Diamonds may not be quite as rare as you think, scientists report.
“Diamond formation in the deep Earth—the very deep Earth—may be a more common process than we thought,” says Johns Hopkins University geochemist Dimitri A. Sverjensky, whose research on the subject appears online in Nature Communications.
The findings “constitute a new quantitative theory” about how diamonds come to be, according to the researchers. Still, that theory isn’t going to make engagement rings any cheaper.

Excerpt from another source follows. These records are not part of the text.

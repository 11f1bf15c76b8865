package main

import (
	"context"
	"flag"
	"fmt"
	"log/slog"
	"net"
	"strings"
	"time"

	"github.com/prometheus/client_golang/prometheus"
	"go.etcd.io/etcd/client/pkg/v3/transport"
	clientv3 "go.etcd.io/etcd/client/v3"
	"go.uber.org/zap"
	"google.golang.org/grpc"
	"google.golang.org/grpc/backoff"

	"github.com/pulsefleet/pulsefleet/internal/cluster"
	"github.com/pulsefleet/pulsefleet/internal/controlplane"
)

// clusterConfig is serve's part for a fleet on etcd.
type clusterConfig struct {
	Etcd       []string `yaml:"etcd"`
	EtcdPrefix string   `yaml:"etcd_prefix"`
	EtcdCA     string   `yaml:"etcd_ca"`
	EtcdCert   string   `yaml:"etcd_cert"`
	EtcdKey    string   `yaml:"etcd_key"`
	Advertise  string   `yaml:"advertise"`
}

// clusterFlags are serve's etcd flags (a fleet of gateways on etcd).
func (c *serveConfig) clusterFlags(fs *flag.FlagSet) {
	fs.Var((*listFlag)(&c.Etcd), "etcd", "comma-separated etcd client URLs (http://host:2379 or https://...): join the fleet whose members, device owners and fences are kept there (package cluster); excludes --peers")
	fs.StringVar(&c.EtcdPrefix, "etcd-prefix", c.EtcdPrefix, "etcd key prefix of this fleet, a path ending in / (several fleets can share one etcd; default "+cluster.DefaultPrefix+")")
	fs.StringVar(&c.EtcdCA, "etcd-ca", c.EtcdCA, "CA file (PEM) that signed etcd's server certificate")
	fs.StringVar(&c.EtcdCert, "etcd-cert", c.EtcdCert, "client certificate file (PEM) for etcd")
	fs.StringVar(&c.EtcdKey, "etcd-key", c.EtcdKey, "client key file (PEM) for etcd")
	fs.StringVar(&c.Advertise, "advertise", c.Advertise, "host:port devices and the other gateways reach this gateway's gRPC at (required with --etcd; devices owned here are redirected to it)")
}

// validateCluster checks the etcd flags.
func (c *serveConfig) validateCluster() error {
	if len(c.Etcd) == 0 {
		for _, f := range []struct{ key, v string }{{"advertise", c.Advertise}, {"etcd-ca", c.EtcdCA}, {"etcd-cert", c.EtcdCert}, {"etcd-key", c.EtcdKey}} {
			if f.v != "" {
				return fmt.Errorf("%s: given without --etcd", f.key)
			}
		}
		return nil
	}
	if c.EtcdPrefix == "" {
		c.EtcdPrefix = cluster.DefaultPrefix
	}
	if len(c.Peers) > 0 {
		return fmt.Errorf("peers: exclusive with --etcd (the members in etcd are the peer list)")
	}
	for i, e := range c.Etcd {
		if !strings.HasPrefix(e, "http://") && !strings.HasPrefix(e, "https://") {
			return fmt.Errorf("etcd: endpoint %d %q: want http://host:port or https://host:port", i+1, e)
		}
	}
	if c.Advertise == "" {
		return fmt.Errorf("advertise: required with --etcd: the host:port other gateways redirect this gateway's devices to")
	}
	if h, p, err := net.SplitHostPort(c.Advertise); err != nil || h == "" || p == "0" {
		return fmt.Errorf("advertise: %q is not a reachable host:port (no empty host, no port 0)", c.Advertise)
	}
	if (c.EtcdCert == "") != (c.EtcdKey == "") {
		return fmt.Errorf("etcd-cert, etcd-key: give both or neither")
	}
	if !strings.HasPrefix(c.EtcdPrefix, "/") || !strings.HasSuffix(c.EtcdPrefix, "/") {
		return fmt.Errorf("etcd-prefix: %q, want a path starting and ending with /", c.EtcdPrefix)
	}
	return nil
}

// fleetOnEtcd is a gateway's membership and shared control plane.
type fleetOnEtcd struct {
	node  *cluster.Node
	plane *controlplane.Plane
	cli   *clientv3.Client
	log   *slog.Logger
}

// joinCluster connects to etcd and registers this gateway; start the
// control plane with startPlane once the gateway exists, and leave after
// the gateway stopped.
func joinCluster(ctx context.Context, c serveConfig, log *slog.Logger, reg prometheus.Registerer) (*fleetOnEtcd, error) {
	cfg := clientv3.Config{Endpoints: c.Etcd, DialTimeout: 5 * time.Second, Logger: zap.NewNop(),
		DialKeepAliveTime: 2 * time.Second, DialKeepAliveTimeout: 2 * time.Second,
		// gRPC's reconnect backoff grows to 120 s by default: after an etcd
		// outage the control plane (and /readyz) would come back only when
		// the next attempt happens. Capped at 2 s, it returns within
		// seconds of etcd, as README promises.
		DialOptions: []grpc.DialOption{grpc.WithConnectParams(grpc.ConnectParams{
			Backoff:           backoff.Config{BaseDelay: 100 * time.Millisecond, Multiplier: 1.6, Jitter: 0.2, MaxDelay: 2 * time.Second},
			MinConnectTimeout: 2 * time.Second,
		})}}
	if c.EtcdCA != "" || c.EtcdCert != "" {
		ti := transport.TLSInfo{TrustedCAFile: c.EtcdCA, CertFile: c.EtcdCert, KeyFile: c.EtcdKey}
		var err error
		if cfg.TLS, err = ti.ClientConfig(); err != nil {
			return nil, fmt.Errorf("etcd TLS: %w", err)
		}
	}
	cli, err := clientv3.New(cfg)
	if err != nil {
		return nil, fmt.Errorf("etcd %v: %w", c.Etcd, err)
	}
	jctx, cancel := context.WithTimeout(ctx, 10*time.Second)
	defer cancel()
	node, err := cluster.Join(jctx, cluster.Config{Client: cli, Prefix: c.EtcdPrefix, Self: c.Advertise, Registerer: reg, Log: log})
	if err != nil {
		cli.Close()
		return nil, fmt.Errorf("etcd %v: %w", strings.Join(c.Etcd, ","), err)
	}
	plane, err := controlplane.New(controlplane.Config{Client: cli, Prefix: c.EtcdPrefix, Self: c.Advertise, Registerer: reg, Log: log})
	if err != nil {
		node.Close()
		cli.Close()
		return nil, err
	}
	log.Info("joined the fleet in etcd", "advertise", c.Advertise, "members", node.Members(), "lease_ttl", node.TTL())
	return &fleetOnEtcd{node: node, plane: plane, cli: cli, log: log}, nil
}

// leave stops the control plane, revokes the membership and closes the
// client (after the last stream ended: the fences go with the lease).
func (f *fleetOnEtcd) leave() {
	f.plane.Close()
	if err := f.node.Close(); err != nil {
		f.log.Warn("leaving the fleet", "err", err)
	}
	f.cli.Close()
}

// listFlag is a comma-separated list flag that prints back the same way.
type listFlag []string

func (l *listFlag) String() string { return strings.Join(*l, ",") }

func (l *listFlag) Set(v string) error {
	*l = nil
	for _, s := range strings.Split(v, ",") {
		if s = strings.TrimSpace(s); s != "" {
			*l = append(*l, s)
		}
	}
	return nil
}
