package main

import (
	"context"
	"io"
	"net/http"
	"strconv"
	"strings"
	"testing"
	"time"

	"google.golang.org/grpc"
	"google.golang.org/grpc/codes"
	"google.golang.org/grpc/credentials/insecure"
	"google.golang.org/grpc/metadata"
	"google.golang.org/grpc/status"

	"github.com/pulsefleet/pulsefleet/internal/sim"
	pb "github.com/pulsefleet/pulsefleet/proto/pulsefleet/v1"
)

// applyBound is the stated time within which a control-plane change taken
// by one gateway is in force on the others.
const applyBound = 2 * time.Second

func adminClient(t *testing.T, addr string) pb.AdminServiceClient {
	t.Helper()
	conn, err := grpc.NewClient(addr, grpc.WithTransportCredentials(insecure.NewCredentials()))
	if err != nil {
		t.Fatal(err)
	}
	t.Cleanup(func() { conn.Close() })
	return pb.NewAdminServiceClient(conn)
}

func fleetClient(t *testing.T, addr string) pb.FleetServiceClient {
	t.Helper()
	conn, err := grpc.NewClient(addr, grpc.WithTransportCredentials(insecure.NewCredentials()))
	if err != nil {
		t.Fatal(err)
	}
	t.Cleanup(func() { conn.Close() })
	return pb.NewFleetServiceClient(conn)
}

func bearer(token string) context.Context {
	return metadata.AppendToOutgoingContext(context.Background(), "authorization", "Bearer "+token)
}

func readyz(addr string) (int, string) {
	resp, err := http.Get("http://" + addr + "/readyz")
	if err != nil {
		return 0, err.Error()
	}
	defer resp.Body.Close()
	b, _ := io.ReadAll(resp.Body)
	return resp.StatusCode, string(b)
}

// A credential issued through one gateway works on the other within
// applyBound, and a default alarm profile set through one is in force for a
// device streaming to the other within applyBound; etcd stopped for 30 s: streams and their acknowledgements go
// on, credential and profile changes are refused with a clear error, /readyz and the
// metric say degraded; etcd back: a revocation through the other gateway
// is in force on the first within applyBound, and the audit entries name
// the gateway that took each change.
func TestFleetOnEtcdSharedSettingsAndOutage(t *testing.T) {
	if testing.Short() {
		t.Skip("process test")
	}
	f := newEtcdFleet(t, 2)
	a0, a1 := adminClient(t, f.addrs[0]), adminClient(t, f.addrs[1])
	// The first credential: both gateways are open (loopback, none issued).
	iss, err := a0.IssueToken(context.Background(), &pb.IssueTokenRequest{Operator: "ops", Role: pb.Role_ROLE_ADMIN})
	if err != nil {
		t.Fatal(err)
	}
	issued := time.Now()
	admin := iss.GetSecret()
	var took time.Duration
	for {
		if _, err := a1.ListTokens(bearer(admin), &pb.ListTokensRequest{}); err == nil {
			took = time.Since(issued)
			break
		}
		if time.Since(issued) > applyBound {
			t.Fatalf("a credential issued through gateway 0 does not work on gateway 1 within %v", applyBound)
		}
		time.Sleep(10 * time.Millisecond)
	}
	t.Logf("credential issued through gateway 0 accepted by gateway 1 after %v", took.Round(time.Millisecond))
	// Gateway 1 is closed now too: a call without the credential is refused.
	if _, err := a1.ListTokens(context.Background(), &pb.ListTokensRequest{}); status.Code(err) != codes.Unauthenticated {
		t.Fatalf("gateway 1 without a credential: %v, want UNAUTHENTICATED (it holds the fleet's credential)", err)
	}
	dev, err := a0.IssueToken(bearer(admin), &pb.IssueTokenRequest{DeviceId: "cp-0001"})
	if err != nil {
		t.Fatal(err)
	}

	// A device streams through the outage.
	ctx, cancel := context.WithCancel(context.Background())
	defer cancel()
	repc := make(chan *sim.Report, 1)
	go func() {
		r, err := sim.Run(ctx, sim.Options{Gateway: f.addrs[0], Fallbacks: f.addrs[1:], Devices: 1, IDPrefix: "cp", Mode: sim.ModeSummary,
			Token: dev.GetSecret(), Seed: 5, Drain: -1})
		if err != nil {
			t.Errorf("sim: %v", err)
		}
		repc <- r
	}()
	f.waitAllConnected(t, 1, 30*time.Second)
	holder := 0
	if len(f.connected(1)) == 1 {
		holder = 1
	}
	// A default profile set through the gateway the device does NOT stream
	// to is in force for the device within applyBound.
	other := 1 - holder
	fl := fleetClient(t, f.addrs[holder])
	if _, err := fleetClient(t, f.addrs[other]).SetAlarmProfile(bearer(admin), &pb.SetAlarmProfileRequest{ProfileYaml: "home-overnight", Reason: "fleet test"}); err != nil {
		t.Fatalf("set the default profile through gateway %d: %v", other, err)
	}
	set := time.Now()
	for {
		r, err := fl.GetAlarmProfile(bearer(admin), &pb.GetAlarmProfileRequest{DeviceId: "cp-0001"})
		if err == nil && r.GetName() == "home-overnight" {
			t.Logf("default profile set through gateway %d in force for a device on gateway %d after %v", other, holder, time.Since(set).Round(time.Millisecond))
			break
		}
		if time.Since(set) > applyBound {
			t.Fatalf("profile for the device on gateway %d after %v: %v %v, want home-overnight", holder, applyBound, r.GetName(), err)
		}
		time.Sleep(10 * time.Millisecond)
	}
	before := acceptedOn(f, holder)

	f.etcd.Stop()
	outage := time.Now()
	for _, i := range []int{0, 1} {
		for {
			code, body := readyz(f.kids[i].httpAddr)
			if code == http.StatusOK && strings.Contains(body, "degraded") && strings.Contains(scrapeMetrics(f.kids[i].httpAddr), "pulsefleet_controlplane_up 0") {
				break
			}
			if time.Since(outage) > 10*time.Second {
				t.Fatalf("gateway %d: /readyz %d %q, want 200 and degraded within 10 s of etcd stopping", i, code, body)
			}
			time.Sleep(100 * time.Millisecond)
		}
	}
	_, err = a1.IssueToken(bearer(admin), &pb.IssueTokenRequest{Operator: "late", Role: pb.Role_ROLE_VIEWER})
	if status.Code(err) != codes.Unavailable || !strings.Contains(err.Error(), "control plane (etcd) is unreachable") {
		t.Fatalf("credential change while etcd is down: %v, want UNAVAILABLE naming the unreachable control plane", err)
	}
	if _, err := a0.ListTokens(bearer(admin), &pb.ListTokensRequest{}); err != nil {
		t.Fatalf("the last known credential stops working while etcd is down: %v", err)
	}
	_, err = fleetClient(t, f.addrs[0]).SetAlarmProfile(bearer(admin), &pb.SetAlarmProfileRequest{ProfileYaml: "adult-ward-pilot", Reason: "during the outage"})
	if status.Code(err) != codes.Unavailable {
		t.Fatalf("profile change while etcd is down: %v, want UNAVAILABLE", err)
	}
	time.Sleep(30*time.Second - time.Since(outage))
	during := acceptedOn(f, holder)
	if during <= before {
		t.Errorf("messages accepted by the device's gateway: %d before the outage, %d after 30 s of it, want more (ingest goes on)", before, during)
	}
	f.etcd.Start()
	back := time.Now()
	for _, i := range []int{0, 1} {
		for {
			if code, body := readyz(f.kids[i].httpAddr); code == http.StatusOK && strings.TrimSpace(body) == "ready" {
				break
			}
			if time.Since(back) > 15*time.Second {
				t.Fatalf("gateway %d: /readyz not back to ready within 15 s of etcd returning", i)
			}
			time.Sleep(100 * time.Millisecond)
		}
	}
	// A change through gateway 1 applies on gateway 0: revoke the device's
	// credential; its stream (wherever it is) ends and it is refused.
	if _, err := a1.RevokeToken(bearer(admin), &pb.RevokeTokenRequest{TokenId: dev.GetToken().GetTokenId()}); err != nil {
		t.Fatalf("revoke through gateway 1 after etcd is back: %v", err)
	}
	revoked := time.Now()
	for {
		ts, err := a0.ListTokens(bearer(admin), &pb.ListTokensRequest{})
		if err != nil {
			t.Fatal(err)
		}
		done := false
		for _, tk := range ts.GetTokens() {
			done = done || tk.GetTokenId() == dev.GetToken().GetTokenId() && tk.GetRevokedUnixMs() != 0
		}
		if done {
			break
		}
		if time.Since(revoked) > applyBound {
			t.Fatalf("a revocation through gateway 1 is not in force on gateway 0 within %v", applyBound)
		}
		time.Sleep(10 * time.Millisecond)
	}
	cancel()
	<-repc
	au, err := a0.ListAudit(bearer(admin), &pb.ListAuditRequest{})
	if err != nil {
		t.Fatal(err)
	}
	var named []string
	for _, e := range au.GetEntries() {
		if strings.HasPrefix(e.GetAction(), "token.") && strings.Contains(e.GetDetail(), "gateway "+f.addrs[1]) {
			named = append(named, e.GetAction()+": "+e.GetDetail())
		}
	}
	if len(named) == 0 {
		t.Errorf("gateway 0's audit log has no credential change naming gateway %s, which took the revocation", f.addrs[1])
	}
}

// acceptedOn is gateway i's count of accepted summaries.
func acceptedOn(f *etcdFleet, i int) int {
	l := findLine(scrapeMetrics(f.kids[i].httpAddr), `pulsefleet_messages_received_total{mode="summary"} `)
	n, err := strconv.ParseFloat(strings.TrimPrefix(l, `pulsefleet_messages_received_total{mode="summary"} `), 64)
	if err != nil {
		return -1
	}
	return int(n)
}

For one thing, the prevalence of diamonds near the Earth’s surface—where they can be mined—still depends on relatively rare volcanic magma eruptions that raise them from the depths where they form. For another, the diamonds considered in Sverjensky’s studies are not necessarily the stuff of romantic betrothals, unless the ring recipient has a microscope. Most of the gems would be only a few microns across and not visible to the unaided eye.
Using a chemical model, Sverjensky and graduate student Fang Huang found that diamonds can be born in a relatively simple natural chemical reaction. Specifically, the model—yet to be tested with actual materials—shows that diamonds can form with an increase in acidity during interactions between water and rock.
The common understanding up to now has been that diamonds are formed in more complex processes involving the movement of fluid and either the oxidation of methane or the chemical reduction of carbon dioxide. Oxidation results in a higher oxidation state, or a gain of electrons. Reduction means a lower oxidation state, and collectively the two are known as “redox” reactions.
“It was always hard to explain why the redox reactions took place,” says Sverjensky, a professor of earth and planetary sciences. The reactions require different types of fluids to be moving through the rocks encountering environments with different oxidation states.
The new research shows that water scores of miles underground could produce diamonds as its pH falls naturally—that is, as it becomes more acidic—while moving from one type of rock to another, Sverjensky says.
The finding is one of many in about the last 25 years that expands scientists’s understanding of how pervasive diamonds may be, Sverjensky says.